(Beginning of Dataset excerpts)

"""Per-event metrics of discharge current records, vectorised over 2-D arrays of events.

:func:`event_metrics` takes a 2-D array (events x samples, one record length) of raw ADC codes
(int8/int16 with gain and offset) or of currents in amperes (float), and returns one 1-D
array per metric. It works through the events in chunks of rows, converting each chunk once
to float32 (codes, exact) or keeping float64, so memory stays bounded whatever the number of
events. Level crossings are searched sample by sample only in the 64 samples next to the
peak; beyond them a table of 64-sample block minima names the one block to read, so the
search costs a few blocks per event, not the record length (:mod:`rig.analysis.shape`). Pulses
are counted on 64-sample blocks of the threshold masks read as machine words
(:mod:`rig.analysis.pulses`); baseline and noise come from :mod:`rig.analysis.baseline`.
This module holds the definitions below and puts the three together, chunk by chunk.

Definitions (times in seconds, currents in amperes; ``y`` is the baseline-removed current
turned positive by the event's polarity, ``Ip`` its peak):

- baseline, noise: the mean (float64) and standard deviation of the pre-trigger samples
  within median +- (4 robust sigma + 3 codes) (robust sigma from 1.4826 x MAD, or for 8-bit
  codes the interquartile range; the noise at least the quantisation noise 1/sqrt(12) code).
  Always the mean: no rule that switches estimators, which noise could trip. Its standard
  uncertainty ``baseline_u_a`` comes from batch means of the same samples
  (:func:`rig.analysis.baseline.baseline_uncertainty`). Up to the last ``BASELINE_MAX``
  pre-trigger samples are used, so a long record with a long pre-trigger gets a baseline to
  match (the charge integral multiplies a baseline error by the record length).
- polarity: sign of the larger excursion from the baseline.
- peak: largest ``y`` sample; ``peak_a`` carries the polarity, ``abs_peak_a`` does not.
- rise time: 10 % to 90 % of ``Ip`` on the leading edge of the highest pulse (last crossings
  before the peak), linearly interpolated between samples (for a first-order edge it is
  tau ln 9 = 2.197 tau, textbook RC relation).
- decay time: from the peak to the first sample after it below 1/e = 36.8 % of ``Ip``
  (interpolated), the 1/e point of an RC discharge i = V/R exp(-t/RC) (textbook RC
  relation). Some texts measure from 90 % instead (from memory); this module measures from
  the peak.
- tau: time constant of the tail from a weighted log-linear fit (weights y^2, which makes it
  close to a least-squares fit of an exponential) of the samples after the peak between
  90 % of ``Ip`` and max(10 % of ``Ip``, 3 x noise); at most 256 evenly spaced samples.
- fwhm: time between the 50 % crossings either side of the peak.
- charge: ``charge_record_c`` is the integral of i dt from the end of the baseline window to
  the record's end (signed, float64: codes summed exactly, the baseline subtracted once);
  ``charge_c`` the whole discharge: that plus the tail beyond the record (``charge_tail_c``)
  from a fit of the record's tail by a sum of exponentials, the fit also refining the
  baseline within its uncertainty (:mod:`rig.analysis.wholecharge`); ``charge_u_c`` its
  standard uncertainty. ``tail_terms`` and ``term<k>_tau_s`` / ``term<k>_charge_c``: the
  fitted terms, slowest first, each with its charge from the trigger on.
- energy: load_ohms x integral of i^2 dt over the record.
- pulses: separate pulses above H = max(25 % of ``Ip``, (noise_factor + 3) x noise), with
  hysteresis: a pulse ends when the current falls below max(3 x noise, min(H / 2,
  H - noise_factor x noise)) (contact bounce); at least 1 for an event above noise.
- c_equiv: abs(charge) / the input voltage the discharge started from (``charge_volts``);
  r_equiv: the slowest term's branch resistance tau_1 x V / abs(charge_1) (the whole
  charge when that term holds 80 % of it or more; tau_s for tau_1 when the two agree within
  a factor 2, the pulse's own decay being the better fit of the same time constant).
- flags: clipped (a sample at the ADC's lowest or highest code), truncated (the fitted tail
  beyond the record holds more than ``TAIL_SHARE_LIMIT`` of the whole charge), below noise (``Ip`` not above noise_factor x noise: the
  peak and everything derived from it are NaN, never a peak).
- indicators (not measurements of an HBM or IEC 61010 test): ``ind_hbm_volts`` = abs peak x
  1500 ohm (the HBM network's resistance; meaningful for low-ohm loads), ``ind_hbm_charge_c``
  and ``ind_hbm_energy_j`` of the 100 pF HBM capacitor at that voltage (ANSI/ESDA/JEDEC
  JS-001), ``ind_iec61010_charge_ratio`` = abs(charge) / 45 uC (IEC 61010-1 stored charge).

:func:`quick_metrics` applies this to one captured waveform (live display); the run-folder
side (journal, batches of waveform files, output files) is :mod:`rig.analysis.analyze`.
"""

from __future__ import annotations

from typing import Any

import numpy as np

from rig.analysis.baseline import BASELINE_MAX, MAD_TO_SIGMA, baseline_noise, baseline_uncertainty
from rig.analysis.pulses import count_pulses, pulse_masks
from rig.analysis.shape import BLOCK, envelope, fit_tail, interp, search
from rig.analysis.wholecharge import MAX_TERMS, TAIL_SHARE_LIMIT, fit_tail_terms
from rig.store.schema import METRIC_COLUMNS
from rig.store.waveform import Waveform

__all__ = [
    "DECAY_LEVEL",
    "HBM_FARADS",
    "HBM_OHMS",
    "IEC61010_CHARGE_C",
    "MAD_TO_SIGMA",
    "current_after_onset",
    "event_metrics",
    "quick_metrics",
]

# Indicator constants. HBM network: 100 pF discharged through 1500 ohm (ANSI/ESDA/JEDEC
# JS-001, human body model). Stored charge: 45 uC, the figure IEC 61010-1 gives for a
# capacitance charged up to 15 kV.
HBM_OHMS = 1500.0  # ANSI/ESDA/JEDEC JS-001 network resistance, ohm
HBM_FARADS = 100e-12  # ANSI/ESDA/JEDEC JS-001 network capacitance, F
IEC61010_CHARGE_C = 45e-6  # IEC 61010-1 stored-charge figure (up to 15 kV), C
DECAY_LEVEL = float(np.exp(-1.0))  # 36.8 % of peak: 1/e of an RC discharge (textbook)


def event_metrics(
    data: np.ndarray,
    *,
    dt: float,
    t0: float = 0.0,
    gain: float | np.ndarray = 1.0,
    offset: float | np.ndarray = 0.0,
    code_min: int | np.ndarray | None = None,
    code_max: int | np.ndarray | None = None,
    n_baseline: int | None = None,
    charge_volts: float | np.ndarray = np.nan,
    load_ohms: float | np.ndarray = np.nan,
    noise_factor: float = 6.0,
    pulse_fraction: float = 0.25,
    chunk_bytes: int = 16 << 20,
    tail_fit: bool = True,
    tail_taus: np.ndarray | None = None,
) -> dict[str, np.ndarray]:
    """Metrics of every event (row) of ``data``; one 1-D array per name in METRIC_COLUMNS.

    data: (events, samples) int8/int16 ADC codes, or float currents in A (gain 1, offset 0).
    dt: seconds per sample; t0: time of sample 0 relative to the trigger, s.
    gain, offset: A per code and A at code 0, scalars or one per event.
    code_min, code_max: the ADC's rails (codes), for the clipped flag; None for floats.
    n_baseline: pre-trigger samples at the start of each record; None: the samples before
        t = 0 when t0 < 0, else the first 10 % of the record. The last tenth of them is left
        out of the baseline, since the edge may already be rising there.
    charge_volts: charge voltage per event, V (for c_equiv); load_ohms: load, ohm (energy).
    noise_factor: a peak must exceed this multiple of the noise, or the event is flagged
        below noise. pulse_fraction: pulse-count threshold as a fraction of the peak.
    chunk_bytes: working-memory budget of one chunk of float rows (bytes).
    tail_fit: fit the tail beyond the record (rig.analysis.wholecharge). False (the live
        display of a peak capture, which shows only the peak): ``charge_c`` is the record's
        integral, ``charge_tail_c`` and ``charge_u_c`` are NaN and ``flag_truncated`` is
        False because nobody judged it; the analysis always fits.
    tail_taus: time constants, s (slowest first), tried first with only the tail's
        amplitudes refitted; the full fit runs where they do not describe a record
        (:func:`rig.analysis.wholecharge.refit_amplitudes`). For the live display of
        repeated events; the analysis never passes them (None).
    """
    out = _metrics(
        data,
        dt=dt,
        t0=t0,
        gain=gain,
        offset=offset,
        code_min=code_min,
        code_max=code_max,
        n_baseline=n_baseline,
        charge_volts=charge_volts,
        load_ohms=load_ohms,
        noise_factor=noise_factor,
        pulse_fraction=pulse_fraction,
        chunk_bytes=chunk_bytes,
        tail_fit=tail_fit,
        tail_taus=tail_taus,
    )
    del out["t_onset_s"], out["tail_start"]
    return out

(End of Dataset excerpts)
(Beginning of Dataset excerpts)

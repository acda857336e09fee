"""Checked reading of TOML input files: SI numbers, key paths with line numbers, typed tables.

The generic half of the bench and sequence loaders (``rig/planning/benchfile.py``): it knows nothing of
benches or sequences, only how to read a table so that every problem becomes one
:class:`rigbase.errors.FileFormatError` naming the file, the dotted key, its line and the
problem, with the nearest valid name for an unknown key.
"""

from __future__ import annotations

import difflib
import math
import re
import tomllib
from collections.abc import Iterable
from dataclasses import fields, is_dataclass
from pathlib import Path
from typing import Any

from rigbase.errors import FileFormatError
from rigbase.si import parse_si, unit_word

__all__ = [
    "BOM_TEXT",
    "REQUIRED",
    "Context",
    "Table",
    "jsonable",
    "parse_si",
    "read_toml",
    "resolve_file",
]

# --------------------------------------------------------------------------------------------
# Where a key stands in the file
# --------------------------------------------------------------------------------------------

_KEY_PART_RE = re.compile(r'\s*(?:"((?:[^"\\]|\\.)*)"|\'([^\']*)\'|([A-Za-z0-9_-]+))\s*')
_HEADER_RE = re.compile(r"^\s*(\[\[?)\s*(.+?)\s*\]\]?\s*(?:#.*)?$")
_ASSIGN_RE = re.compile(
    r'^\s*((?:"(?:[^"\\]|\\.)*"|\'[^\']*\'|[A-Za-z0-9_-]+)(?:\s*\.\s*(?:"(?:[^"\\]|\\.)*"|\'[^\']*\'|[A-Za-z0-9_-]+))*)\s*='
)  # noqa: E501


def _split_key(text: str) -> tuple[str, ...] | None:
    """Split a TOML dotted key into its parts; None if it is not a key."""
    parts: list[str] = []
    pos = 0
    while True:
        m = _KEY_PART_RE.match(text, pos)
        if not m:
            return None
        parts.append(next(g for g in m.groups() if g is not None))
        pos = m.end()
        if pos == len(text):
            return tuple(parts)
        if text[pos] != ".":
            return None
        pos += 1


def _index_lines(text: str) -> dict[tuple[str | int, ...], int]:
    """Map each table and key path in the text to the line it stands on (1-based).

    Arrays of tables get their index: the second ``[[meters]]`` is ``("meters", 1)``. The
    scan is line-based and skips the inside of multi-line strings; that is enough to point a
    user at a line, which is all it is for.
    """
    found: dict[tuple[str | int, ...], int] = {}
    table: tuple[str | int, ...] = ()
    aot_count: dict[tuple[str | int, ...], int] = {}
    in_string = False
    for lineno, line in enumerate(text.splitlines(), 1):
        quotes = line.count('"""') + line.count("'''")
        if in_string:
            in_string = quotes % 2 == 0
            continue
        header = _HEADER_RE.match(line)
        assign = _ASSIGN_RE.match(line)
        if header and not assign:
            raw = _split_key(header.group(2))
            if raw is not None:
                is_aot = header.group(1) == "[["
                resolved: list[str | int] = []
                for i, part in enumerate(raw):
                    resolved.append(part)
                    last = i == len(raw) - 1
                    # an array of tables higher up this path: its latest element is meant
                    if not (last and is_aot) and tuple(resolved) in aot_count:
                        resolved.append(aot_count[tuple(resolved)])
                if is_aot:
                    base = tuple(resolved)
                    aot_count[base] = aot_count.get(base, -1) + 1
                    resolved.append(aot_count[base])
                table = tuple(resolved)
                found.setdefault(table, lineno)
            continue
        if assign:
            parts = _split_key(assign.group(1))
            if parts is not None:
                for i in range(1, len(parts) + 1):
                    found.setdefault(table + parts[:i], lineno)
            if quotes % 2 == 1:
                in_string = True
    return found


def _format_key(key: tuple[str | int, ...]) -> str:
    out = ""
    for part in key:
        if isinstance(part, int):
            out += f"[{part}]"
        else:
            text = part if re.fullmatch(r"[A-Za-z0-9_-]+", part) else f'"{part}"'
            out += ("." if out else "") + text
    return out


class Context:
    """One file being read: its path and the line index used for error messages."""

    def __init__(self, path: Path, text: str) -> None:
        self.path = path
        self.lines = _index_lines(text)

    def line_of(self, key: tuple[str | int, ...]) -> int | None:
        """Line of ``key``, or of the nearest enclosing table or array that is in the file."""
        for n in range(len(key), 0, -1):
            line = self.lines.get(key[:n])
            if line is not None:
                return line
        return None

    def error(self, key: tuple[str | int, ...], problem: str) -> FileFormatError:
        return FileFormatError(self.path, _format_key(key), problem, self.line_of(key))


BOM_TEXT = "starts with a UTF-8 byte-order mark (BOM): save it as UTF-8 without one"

(End of Dataset excerpts)

Work to be completed. Where the listing above has a line with "numbers, typed tables.", start there, and output every line exactly through the line with "benches or sequences, only", which is also included.

Problem solution.
"""Checked reading of TOML input files: SI numbers, key paths with line numbers, typed tables.

The generic half of the bench and sequence loaders (``rig/planning/benchfile.py``): it knows nothing of
benches or sequences, only how to read a table so that every problem becomes one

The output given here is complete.